Saved entries:
>>>
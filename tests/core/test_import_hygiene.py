"""The core never imports the terminal faces: importing every core module leaves textual and rich out."""

from __future__ import annotations

import json
import subprocess
import sys

CORE = ["tablekeeper.units", "tablekeeper.formula", "tablekeeper.model", "tablekeeper.store",
        "tablekeeper.jsonio", "tablekeeper.validation", "tablekeeper.importers", "tablekeeper.flags",
        "tablekeeper.checks", "tablekeeper.errors", "tablekeeper.text"]

SCRIPT = """
import importlib, json, sys
for name in sys.argv[1:]:
    importlib.import_module(name)
# Importing the check package does not load its families; running the registry does.
from tablekeeper import checks
checks._load_families()
print(json.dumps(sorted(m for m in sys.modules if m.split(".")[0] in ("textual", "rich", "tablekeeper"))))
"""


def test_core_modules_do_not_import_textual_or_rich() -> None:
    r = subprocess.run([sys.executable, "-c", SCRIPT, *CORE], capture_output=True, text=True, timeout=120)
    assert r.returncode == 0, r.stderr
    loaded = json.loads(r.stdout)
    assert set(CORE) <= set(loaded)  # the modules were really imported
    assert [m for m in loaded if m.split(".")[0] in ("textual", "rich")] == []
    assert not any(m.startswith("tablekeeper.tui") or m == "tablekeeper.cli" for m in loaded)
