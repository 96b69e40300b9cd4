"""A dataset in a real git repository: two branches that each save a species merge without conflict."""

from __future__ import annotations

import os
import subprocess
from pathlib import Path

import pytest

from tablekeeper import cli
from tablekeeper.store import Dataset

# No skip when git is missing: sharing a dataset through git is part of the contract, so its absence fails.
pytestmark = pytest.mark.timeout(120)


def _git(repo: Path, *args: str) -> str:
    # Isolated from the machine's git configuration, so that the test sees git's defaults only.
    env = dict(os.environ, GIT_CONFIG_GLOBAL=os.devnull, GIT_CONFIG_NOSYSTEM="1", HOME=str(repo.parent),
               GIT_AUTHOR_DATE="2024-05-01T12:00:00Z", GIT_COMMITTER_DATE="2024-05-01T12:00:00Z")
    r = subprocess.run(["git", "-C", str(repo), *args], capture_output=True, text=True, env=env, timeout=60)
    assert r.returncode == 0, f"git {' '.join(args)}: {r.stdout}{r.stderr}"
    return r.stdout


def test_two_branches_each_saving_a_species_merge_cleanly(tmp_path: Path, species_record) -> None:
    repo = tmp_path / "repo"
    repo.mkdir()
    _git(repo, "init", "-q", "-b", "main")
    _git(repo, "config", "user.name", "Test User")
    _git(repo, "config", "user.email", "test@example.invalid")
    root = repo / "thermo"
    assert cli.main(["init", str(root), "--name", "thermo"]) == 0
    assert _git(repo, "check-attr", "merge", "thermo/journal.jsonl").strip().endswith("merge: union")
    _git(repo, "add", "-A")
    _git(repo, "commit", "-q", "-m", "empty dataset")
    journal_at_start = (root / "journal.jsonl").read_bytes()

    _git(repo, "switch", "-q", "-c", "water")
    Dataset(root, user="ann").save("species", species_record("water-l"), expected_revision=None,
                                   reason="water from the key values")
    _git(repo, "add", "-A")
    _git(repo, "commit", "-q", "-m", "water")

    _git(repo, "switch", "-q", "main")
    _git(repo, "switch", "-q", "-c", "co2")
    assert Dataset(root).ids("species") == []
    Dataset(root, user="bob").save("species", species_record("co2-g", formula="CO2", phase="g"),
                                   expected_revision=None, reason="carbon dioxide")
    _git(repo, "add", "-A")
    _git(repo, "commit", "-q", "-m", "co2")
    assert _git(repo, "status", "--porcelain") == ""  # lock and temporary files are ignored

    _git(repo, "switch", "-q", "water")
    _git(repo, "merge", "--no-edit", "-q", "co2")  # asserts exit 0: no conflict
    assert _git(repo, "status", "--porcelain") == ""

    ds = Dataset(root)
    assert ds.ids("species") == ["co2-g", "water-l"]
    assert ds.load_all("species").damaged == []
    entries, problems = ds.journal()
    assert problems == []
    journal = (root / "journal.jsonl").read_bytes()
    assert journal.startswith(journal_at_start) and b"<<<<<<<" not in journal
    saves = [(e["user"], e["target"], e["reason"]) for e in entries if e["action"] == "create"]
    assert sorted(saves) == [("ann", "species/water-l", "water from the key values"),
                             ("bob", "species/co2-g", "carbon dioxide")]
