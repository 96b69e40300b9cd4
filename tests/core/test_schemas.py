"""The JSON Schemas: valid Draft 2020-12, strict, formats really checked, no spreadsheet formulas."""

from __future__ import annotations

import copy
import json
from importlib import resources

import pytest
from jsonschema import Draft202012Validator

from tablekeeper import validation

KINDS = tuple(validation.SCHEMA_FILES)
#: The kinds of file a dataset folder holds (DESIGN section 3); the suite has a valid document of each.
RECORD_KINDS = ("dataset", "species", "sources", "reactions", "flags", "journal", "releases")


def _invalid(kind: str, doc: object) -> bool:
    """The verdict of plain jsonschema (the reference), with the format checker on."""
    return bool(validation.errors(kind, doc, fast=False))


def test_every_shipped_schema_file_is_registered() -> None:
    shipped = {p.name for p in resources.files("tablekeeper").joinpath("schemas").iterdir()
               if p.name.endswith(".json")}
    assert shipped == set(validation.SCHEMA_FILES.values())


@pytest.mark.parametrize("kind", KINDS)
def test_schema_is_valid_draft_2020_12(kind: str) -> None:
    sch = validation.schema(kind)
    assert sch["$schema"] == "https://json-schema.org/draft/2020-12/schema"
    Draft202012Validator.check_schema(sch)  # raises SchemaError when the schema is malformed


def test_every_record_kind_has_a_schema() -> None:
    assert set(RECORD_KINDS) <= set(KINDS)


@pytest.mark.parametrize("kind", RECORD_KINDS)
def test_valid_document_of_every_kind_is_accepted(kind: str, valid_documents) -> None:
    doc = valid_documents()[kind]
    assert validation.errors(kind, doc) == []
    assert validation.errors(kind, doc, fast=False) == []


# -- strictness: a typo'd key is refused at every level --------------------------------------------------

TYPOS = [
    ("dataset", (), "titel"),
    ("dataset", ("policy",), "tolerance"),
    ("dataset", ("roles",), "stewards"),
    ("species", (), "formla"),
    ("species", ("properties",), "dfH"),
    ("species", ("properties", "dfH298"), "uncertanty"),
    ("sources", (), "auhtors"),
    ("reactions", (), "dHr"),
    ("reactions", ("drH",), "sigma"),
    ("flags", (), "blocked"),
    ("flags", ("comments", 0), "txt"),
    ("journal", (), "who"),
    ("journal", ("changes", 0), "was"),
    ("releases", (), "tag"),
    ("releases", ("summary",), "errors"),
]


@pytest.mark.parametrize(("kind", "where", "typo"), TYPOS)
def test_unknown_key_is_refused(kind: str, where: tuple, typo: str, valid_documents) -> None:
    doc = valid_documents()[kind]
    node = doc
    for step in where:
        node = node[step]
    node[typo] = 1
    assert _invalid(kind, doc)
    assert validation.errors(kind, doc)  # the default (fast) path agrees


@pytest.mark.parametrize("model", [
    {"kind": "shomate", "ranges": [{"tmin": 298, "tmax": 1000, "A": 1, "B": 0, "C": 0, "D": 0, "E": 0,
                                    "Fx": 0}]},
    {"kind": "nasa7", "ranges": [{"tmin": 200, "tmax": 1000, "a": [3.5, 0, 0, 0, 0, 0, 0], "b": 1}]},
    {"kind": "tabulated", "points": [[298.15, 29.1], [500, 29.6]], "pts": []},
])
def test_unknown_key_in_cp_model_is_refused(model: dict, species_record) -> None:
    good = copy.deepcopy(model)
    for node in (good, *(good.get("ranges") or [])):
        for k in ("Fx", "b", "pts"):
            node.pop(k, None)
    assert not _invalid("species", species_record(cp_model=good))
    assert _invalid("species", species_record(cp_model=model))


# -- formats ---------------------------------------------------------------------------------------------

def test_format_checker_really_checks_date_time() -> None:
    # jsonschema skips a format silently when its checker's package (rfc3339-validator) is missing.
    checker = Draft202012Validator.FORMAT_CHECKER
    for fmt in validation.FORMATS_USED:
        assert fmt in checker.checkers, f"jsonschema cannot check format {fmt!r}: install rfc3339-validator"
    assert not checker.conforms("2024-13-45T25:61:00Z", "date-time")
    assert checker.conforms("2024-05-01T12:00:00Z", "date-time")


@pytest.mark.parametrize("bad", ["yesterday", "2024-02-30T10:00:00Z", "2024-05-01 12:00", "2024-05-01",
                                 "2024-05-01T12:00:00", "2024-05-01T25:00:00Z"])
@pytest.mark.parametrize(("kind", "where"), [
    ("flags", ("raised_at",)), ("flags", ("comments", 0, "at")), ("journal", ("time",)),
    ("releases", ("created",)),
])
def test_bad_date_time_is_refused(kind: str, where: tuple, bad: str, valid_documents) -> None:
    doc = valid_documents()[kind]
    node = doc
    for step in where[:-1]:
        node = node[step]
    node[where[-1]] = bad
    assert _invalid(kind, doc)
    assert validation.errors(kind, doc)


def test_schemas_with_a_format_never_take_the_compiled_path() -> None:
    # The compiled validator ignores formats; a kind whose schema uses one must go through jsonschema.
    for kind in KINDS:
        uses = '"format"' in json.dumps(validation.schema(kind))
        assert (validation._fast(kind) is None) == uses, kind


# -- free text may not start like a spreadsheet formula ------------------------------------------------

FREE_TEXT = [
    ("dataset", ("title",)), ("dataset", ("description",)),
    ("species", ("name",)), ("species", ("notes",)),
    ("sources", ("title",)), ("sources", ("authors", 0)), ("sources", ("identifier",)),
    ("sources", ("notes",)),
    ("reactions", ("equation",)), ("reactions", ("notes",)),
    ("flags", ("note",)), ("flags", ("comments", 0, "text")), ("flags", ("resolution",)),
    ("releases", ("note",)),
]


@pytest.mark.parametrize("lead", ["=", "+", "@", "\t", "\r"])
@pytest.mark.parametrize(("kind", "where"), FREE_TEXT)
def test_free_text_starting_like_a_formula_is_refused(kind: str, where: tuple, lead: str,
                                                      valid_documents) -> None:
    doc = valid_documents()[kind]
    node = doc
    for step in where[:-1]:
        node = node[step]
    node[where[-1]] = lead + "SUM(A1:A9)"
    assert _invalid(kind, doc)
    assert validation.errors(kind, doc)
    node[where[-1]] = "SUM(A1:A9) = 4 + 5 @ noon"  # the same characters later in the text are fine
    assert not _invalid(kind, doc)


# -- slugs are whole-string matches ------------------------------------------------------------------------

@pytest.mark.parametrize("value", ["abc\n", "ABC", "-abc", "a" * 65, "a/b", "", "é"])
@pytest.mark.parametrize(("kind", "where"), [
    ("species", ("id",)), ("species", ("form",)), ("species", ("properties", "dfH298", "source")),
    ("sources", ("id",)), ("flags", ("species",)), ("reactions", ("source",)), ("dataset", ("name",)),
])
def test_slug_fields_refuse_anything_but_a_slug(kind: str, where: tuple, value: str, valid_documents) -> None:
    # A trailing newline matters: Python's `$` also matches before a final newline.
    doc = valid_documents()[kind]
    node = doc
    for step in where[:-1]:
        node = node[step]
    node[where[-1]] = value
    assert _invalid(kind, doc)
    assert validation.errors(kind, doc)


def test_schema_error_carries_the_json_pointer(species_record) -> None:
    rec = species_record()
    rec["properties"]["dfH298"]["value"] = "high"
    errs = validation.errors("species", rec)
    assert [p for p, _ in errs] == ["/properties/dfH298/value"]
    assert "'high' is not of type 'number'" in errs[0][1]


def test_the_reference_validator_is_jsonschema_draft_2020_12() -> None:
    v = validation.validator("species")
    assert isinstance(v, Draft202012Validator)
    assert v.format_checker is Draft202012Validator.FORMAT_CHECKER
<<<
◆ TASK BRIEF
Check the entries above line by line and return each one containing the word "conforms".

◆ SOLUTION TO THIS TASK
    assert not checker.conforms("2024-13-45T25:61:00Z", "date-time")
    assert checker.conforms("2024-05-01T12:00:00Z", "date-time")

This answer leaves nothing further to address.